Skip to main content
Pentaho Documentation

Memory Group By

The Memory Group By step groups rows in memory from a source step. The resulting rows are grouped based on a specified field or collection of fields. A new row is generated for each group. This step differs from the Group By step by processing all rows in memory, and is designed to handle non-sorted input. If the number of rows you want to group is too large to fit into memory, you must use a combination of the Sort Rows and Group By steps.

General

Enter the information in the transformation step name field as shown in the following table:

Option Definition
Step Name Specifiy the unique name of the Memory Group by step on the canvas. You can customize the name or leave it as the default.
Always give back a result row Select to return a result row, even when there is no input row.  If no input rows exist, this option returns a count of zero (0).

 

PDI_Memory_Group_By_dlg.png

The Fields that Make up the Group Table

Use this table to specify the fields you want to group. Click Get Fields to add all fields from the PDI input stream. Right-click a row in the table to edit that single row or all rows in the table. 

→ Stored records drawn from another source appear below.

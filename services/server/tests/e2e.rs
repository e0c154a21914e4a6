//! End-to-end tests: the real server, started in-process on `127.0.0.1:0`, spoken to through real
//! gRPC clients over TCP.
//!
//! - health: the phase service reports SERVING;
//! - reflection: lists the phase service, and can be switched off;
//! - shutdown: health turns NOT_SERVING, then `run` returns;
//! - limits: the message size limit from the settings applies to the phase service;
//! - [`cases`]: every phase RPC against the engine and published values, a table of bad
//!   requests, and a generated Python client (tests/python/interop_test.py).

mod cases;
mod util;

use binodal_proto::v1::phase_service_client::PhaseServiceClient;
use binodal_proto::v1::{FluidSelector, GetStateBatchRequest, fluid_selector::Choice};
use binodal_server::PHASE_SERVICE_NAME;
use binodal_server::settings::Settings;
use tokio_stream::StreamExt as _;
use tonic::Code;
use tonic_health::pb::health_check_response::ServingStatus;
use tonic_health::pb::health_client::HealthClient;
use tonic_health::pb::{HealthCheckRequest, HealthCheckResponse};
use tonic_reflection::pb::v1::ServerReflectionRequest;
use tonic_reflection::pb::v1::server_reflection_client::ServerReflectionClient;
use tonic_reflection::pb::v1::server_reflection_request::MessageRequest;
use tonic_reflection::pb::v1::server_reflection_response::MessageResponse;
use util::{STOP_GUARD, TestServer};

fn health_request(service: &str) -> HealthCheckRequest {
    HealthCheckRequest {
        service: service.to_owned(),
    }
}

fn status_of(response: &HealthCheckResponse) -> ServingStatus {
    ServingStatus::try_from(response.status).expect("known serving status")
}

/// Lists the services through reflection, or returns the status the server answered with.
async fn reflected_services(server: &TestServer) -> Result<Vec<String>, tonic::Status> {
    let mut client = ServerReflectionClient::new(server.channel().await);
    let request = ServerReflectionRequest {
        host: String::new(),
        message_request: Some(MessageRequest::ListServices(String::new())),
    };
    let mut responses = client
        .server_reflection_info(tokio_stream::iter([request]))
        .await?
        .into_inner();
    let response = responses.next().await.expect("one reflection response")?;
    match response.message_response {
        Some(MessageResponse::ListServicesResponse(list)) => Ok(list
            .service
            .into_iter()
            .map(|service| service.name)
            .collect()),
        other => panic!("expected a service list, got {other:?}"),
    }
}

#[tokio::test]
async fn health_reports_the_phase_service_serving() {
    let server = TestServer::start().await;
    let mut health = HealthClient::new(server.channel().await);

    let phase = health
        .check(health_request(PHASE_SERVICE_NAME))
        .await
        .expect("health check of the phase service")
        .into_inner();
    assert_eq!(status_of(&phase), ServingStatus::Serving);

    let overall = health
        .check(health_request(""))
        .await
        .expect("health check of the whole server")
        .into_inner();
    assert_eq!(status_of(&overall), ServingStatus::Serving);

    let unknown = health
        .check(health_request("binodal.v1.NoSuchService"))
        .await
        .expect_err("unknown services are not reported");
    assert_eq!(unknown.code(), Code::NotFound);

    server.stop().await;
}

#[tokio::test]
async fn reflection_lists_the_phase_service() {
    let server = TestServer::start().await;
    let services = reflected_services(&server)
        .await
        .expect("reflection answers");
    assert!(
        services.iter().any(|name| name == PHASE_SERVICE_NAME),
        "{services:?} lacks {PHASE_SERVICE_NAME}"
    );
    assert!(
        services.iter().any(|name| name == "grpc.health.v1.Health"),
        "{services:?} lacks the health service"
    );
    server.stop().await;
}

#[tokio::test]
async fn reflection_can_be_switched_off() {
    let settings = Settings {
        reflection: false,
        ..Settings::default()
    };
    let server = TestServer::start_with(settings).await;
    let status = reflected_services(&server)
        .await
        .expect_err("reflection is not offered");
    assert_eq!(status.code(), Code::Unimplemented);
    server.stop().await;
}

#[tokio::test]
async fn shutdown_reports_not_serving_then_returns() {
    let mut server = TestServer::start().await;
    let mut health = HealthClient::new(server.channel().await);
    let mut updates = health
        .watch(health_request(PHASE_SERVICE_NAME))
        .await
        .expect("watch the phase service's health")
        .into_inner();
    let first = updates
        .next()
        .await
        .expect("a first health update")
        .expect("first update is not an error");
    assert_eq!(status_of(&first), ServingStatus::Serving);
    let mut alarm_updates = health
        .watch(health_request("binodal.v1.AlarmService"))
        .await
        .expect("watch the alarm service's health")
        .into_inner();
    let first = alarm_updates
        .next()
        .await
        .expect("a first alarm-service health update")
        .expect("first update is not an error");
    assert_eq!(status_of(&first), ServingStatus::Serving);

    server.begin_shutdown();
    for updates in [&mut updates, &mut alarm_updates] {
        let next = tokio::time::timeout(STOP_GUARD, updates.next())
            .await
            .expect("a health update after shutdown began")
            .expect("the watch stream stays open while draining")
            .expect("update is not an error");
        assert_eq!(status_of(&next), ServingStatus::NotServing);
    }

    // The watches are in-flight calls: the server waits for them. Ending them lets it return.
    drop(updates);
    drop(alarm_updates);
    drop(health);
    server.stop().await;
}

/// A batch of `points` states of ammonia at 240 K and 1 bar (the inputs only size the message).
fn batch_of(points: usize) -> GetStateBatchRequest {
    GetStateBatchRequest {
        fluid: Some(FluidSelector {
            choice: Some(Choice::Fluid("R-717".to_owned())),
        }),
        temperatures_k: vec![240.0; points],
        pressures_pa: vec![1.0e5; points],
        ..Default::default()
    }
}

#[tokio::test]
async fn message_size_limit_comes_from_the_settings() {
    let mut settings = Settings::default();
    settings.limits.max_message_size_bytes = 64 * 1024;
    let server = TestServer::start_with(settings).await;
    let mut client = PhaseServiceClient::new(server.channel().await);

    // 10 000 points are 2 x 80 000 bytes of packed doubles: above the 64 KiB limit.
    let too_large = client
        .get_state_batch(batch_of(10_000))
        .await
        .expect_err("a message above the limit is refused");
    assert_eq!(too_large.code(), Code::OutOfRange, "{too_large:?}");
    assert!(
        too_large.message().contains("65536"),
        "the refusal names the limit: {too_large:?}"
    );

    // 300 points (4 800 bytes in, about 28 000 bytes out) pass the limit both ways.
    let answer = client
        .get_state_batch(batch_of(300))
        .await
        .expect("within the limit");
    assert_eq!(answer.into_inner().phases.len(), 300);

    server.stop().await;
}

Leave this table blank to calculate aggregate functions over the entire dataset.

Aggregates Table 

Use this table to specify the group you want to aggregate, the aggregation method, and the name of the resulting new field. Click Get lookup fields to specify the fields to include in a group. See the Group by step for more details.

Column Description
Name The name of the aggregate field.
Subject The subject on which you want to use an aggregation method.
Type

The type of aggregation method for grouping the rows. The following methods are available:

  • Sum
  • Average (Mean)
  • Median
  • Percentile
  • Minimum
  • Maximum
  • Number of values (N)
  • Concatenate strings separated by , (comma)
  • First non-null value
  • Last non-null value
  • First value (including null)
  • Last value (including null)
  • Standard deviation
  • Concatenate strings that are separated by the character specified in the Value column
  • Number of distinct values 
  • Number of rows (without field argument).
Value The aggregate value.

Metadata Injection Support

All fields of this step support metadata injection. You can use this step with ETL Metadata Injection to pass metadata to your transformation at runtime.